The present randomized, double blind, parallel group, controlled, multi-centric trial was designed to evaluate the efficacy and tolerability of escitalopram in comparison with citalopram and sertraline in the treatment of major depressive disorder. Outpatients (N=214) with an ongoing/newly diagnosed ICD-10 major depressive episode and a Hamilton Rating Scale for Depression (HAM-D) score of > 18 were randomly assigned to citalopram, 20-40 mg/day (74 patients), escitalopram, 10-20 mg/day (69 patients) and sertraline, 50-150 mg/day (71 patients), for a 4-week double-blind treatment period, with dosage adjustment (after 2 weeks of treatment) according to the response to treatment. Clinical response was evaluated by the 17 items HAM-D and the Clinical Global Impression (CGI) scales, which were recorded at baseline and at weekly intervals. Tolerability was evaluated by observed/spontaneously reported adverse changes in laboratory parameters (baseline and after 4 weeks). Response rate was defined as a decrease in HAM-D score by 50% from baseline and remission rate was defined as a HAM-D score of < 8. Response rate at the end of two week were 58% for escitalopram (10mg/day), 49% for citalopram (20mg/day) and 52% for sertraline (50-100mg/day).

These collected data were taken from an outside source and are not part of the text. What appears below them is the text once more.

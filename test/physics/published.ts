import { readFileSync } from 'node:fs';
import { expect } from 'vitest';

export interface PublishedRecord {
  readonly id: string;
  readonly source: string;
  readonly inputs: { readonly [name: string]: number | string | number[] };
  readonly outputs: { readonly [name: string]: number | number[] };
  readonly tolerance: { readonly rel: number };
  readonly from_memory?: boolean;
}

const published: { [group: string]: PublishedRecord[] } = JSON.parse(
  readFileSync(new URL('../published/check-values.json', import.meta.url), 'utf8'),
);

/** The records of a group whose id begins so, each with the name of its test: id and source. */
export function records(group: string, beginning = ''): [string, PublishedRecord][] {
  const found = published[group]?.filter(({ id }) => id.startsWith(beginning)) ?? [];
  if (found.length === 0) throw new Error(`no records ${beginning}* in ${group}`);
  return found.map((record) => [nameOf(record), record]);
}

function nameOf({ id, source, from_memory }: PublishedRecord): string {
  return `${id} (${source}${from_memory ? '; from memory' : ''})`;
}

export function input(record: PublishedRecord, name: string): number {
  const value = record.inputs[name];
  if (typeof value !== 'number') throw new Error(`${record.id} has no number ${name}`);
  return value;
}

export function inputList(record: PublishedRecord, name: string): number[] {
  const value = record.inputs[name];
  if (!Array.isArray(value)) throw new Error(`${record.id} has no list ${name}`);
  return value;
}

/** Every output of the record, no more and no fewer, to the tolerance it states. */
export function expectOutputs(record: PublishedRecord, found: { readonly [name: string]: number | number[] }): void {
  expect(Object.keys(found).sort()).toEqual(Object.keys(record.outputs).sort());
  for (const [name, value] of Object.entries(record.outputs)) {
    const wanted = [value].flat();
    const got = [found[name] ?? []].flat();
    expect(got.length, name).toBe(wanted.length);
    wanted.forEach((number, i) => {
      const text = `${record.id} ${name}: ${got[i]} for ${number}`;
      expect(Math.abs(got[i]! / number - 1), text).toBeLessThanOrEqual(record.tolerance.rel);
    });
  }
}
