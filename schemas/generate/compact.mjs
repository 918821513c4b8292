// The schema as a table for reading, hovers and completion: references resolved, bounds in SI.
import { fileURLToPath } from 'node:url';
import { build } from 'esbuild';

const LIMITS = { 'x-above': 'above', 'x-at-least': 'at least', 'x-below': 'below', 'x-at-most': 'at most' };

export async function compactSchema(schema) {
  const readQuantity = await loadReader();
  const tree = compact(schema, schema, '', readQuantity);
  const conditions = {};
  collectConditions(schema, '#', undefined, conditions);
  return `// Generated from schemas/gain-module.schema.json; see schemas/generate.mjs.
import type { Condition, SectionSchema } from '../schema.ts';

export const GAIN_MODULE_SCHEMA: SectionSchema = ${JSON.stringify(tree, null, 1)};

/** By JSON pointer into the schema. */
export const CONDITIONS: Readonly<Record<string, Condition>> = ${JSON.stringify(conditions, null, 1)};
`;
}

function compact(node, root, path, readQuantity) {
  if (node.$ref !== undefined) {
    const { $ref, ...over } = node;
    return compact({ ...root.$defs[$ref.replace('#/$defs/', '')], ...over }, root, path, readQuantity);
  }
  const common = {
    description: node.description,
    ...(node['x-default'] === undefined ? {} : { default: node['x-default'] }),
    ...(node.examples === undefined ? {} : { examples: node.examples.map(String) }),
  };
  if (common.description === undefined) throw new Error(`${path}: no description`);
  const inner = (child, key) => compact(child, root, path === '' ? key : `${path}.${key}`, readQuantity);
  if (node['x-dimension'] !== undefined) return { kind: 'quantity', ...common, ...quantity(node, path, readQuantity) };
  if (node['x-text']) return { kind: 'text', ...common };
  if (node.enum !== undefined || node.const !== undefined) {
    return { kind: 'choice', ...common, allowed: node.enum ?? [node.const] };
  }
  if (node.type === 'integer') return { kind: 'count', ...common, least: node.minimum, most: node.maximum };
  if (node.type === 'array') return { kind: 'list', ...common, item: inner(node.items, '[]') };
  const keys = Object.fromEntries(Object.entries(node.properties).map(([key, value]) => [key, inner(value, key)]));
  const order = node['x-order'];
  const ordered =
    order === undefined
      ? {}
      : { order: { lower: order.lower, upper: order.upper, strict: order.strict, because: order['x-because'] } };
  return { kind: 'section', ...common, keys, required: node.required ?? [], ...ordered };
}

function quantity(node, path, readQuantity) {
  const dimension = node['x-dimension'];
  const bound = (text) => {
    const read = readQuantity(text, dimension);
    if (!('quantity' in read)) throw new Error(`${path}: ${text}: ${read.problem.message}`);
    return { text, value: read.quantity.value };
  };
  const limits = Object.entries(LIMITS)
    .filter(([keyword]) => node[keyword] !== undefined)
    .map(([keyword, name]) => ({ bound: name, ...bound(node[keyword]), ...reason(node['x-why']?.[keyword.slice(2)]) }));
  for (const key of Object.keys(node['x-why'] ?? {})) {
    if (node[`x-${key}`] === undefined) throw new Error(`${path}: x-why explains ${key}, which sets no limit`);
  }
  // An upper limit on every quantity is what keeps the arithmetic behind it finite.
  if (!limits.some((limit) => limit.bound === 'below' || limit.bound === 'at most')) {
    throw new Error(`${path}: no upper limit`);
  }
  for (const example of node.examples) bound(example);
  const [low, high] = node['x-usual'] ?? [];
  return {
    dimension,
    limits,
    ...(low === undefined ? {} : { usual: { low: bound(low), high: bound(high), ...reason(node['x-unusual']) } }),
  };
}

function reason(why) {
  return why === undefined ? {} : { why };
}

/** Where a rule stands under `if`, the key that the `if` looks at is the one to blame. */
function collectConditions(node, pointer, blame, found) {
  if (typeof node !== 'object' || node === null) return;
  const blamed = node.if?.properties === undefined ? blame : Object.keys(node.if.properties)[0];
  if (typeof node['x-because'] === 'string' && !pointer.endsWith('/x-order')) {
    found[pointer] = { because: node['x-because'], ...(blame === undefined ? {} : { blame }) };
  }
  for (const [key, value] of Object.entries(node)) {
    const token = key.replaceAll('~', '~0').replaceAll('/', '~1');
    collectConditions(value, `${pointer}/${token}`, blamed, found);
  }
}

async function loadReader() {
  const bundle = await build({
    entryPoints: [fileURLToPath(new URL('../../extension/core/quantity/quantity.ts', import.meta.url))],
    bundle: true,
    format: 'esm',
    write: false,
    logLevel: 'error',
  });
  const { readQuantity } = await import(
    `data:text/javascript;base64,${Buffer.from(bundle.outputFiles[0].contents).toString('base64')}`
  );
  return readQuantity;
}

Response rate at the end of four week were 90% for escitalopram (10-20mg/day), 86% for citalopram (20-40mg/day) and 97% for sertraline (100-150mg/day). The Remission rates at the end of four weeks were 74% for escitalopram, 65% for citalopram and 77% for sertraline. Adverse experiences were reported by 45% of patients in escitalopram group, 58% patients in citalopram and 56% patients in the sertraline group. Additionally, there were lesser dropouts and lesser requirement for dose escalation in escitalopram than in citalopram and sertraline group. In conclusion Escitalopram, the Senantiomer of the citalopram is a safe and effective antidepressant in the Indian population. It has potentially superior efficacy than citalopram and a comparable efficacy to sertraline with fewer side effects than both citalopram and sertraline.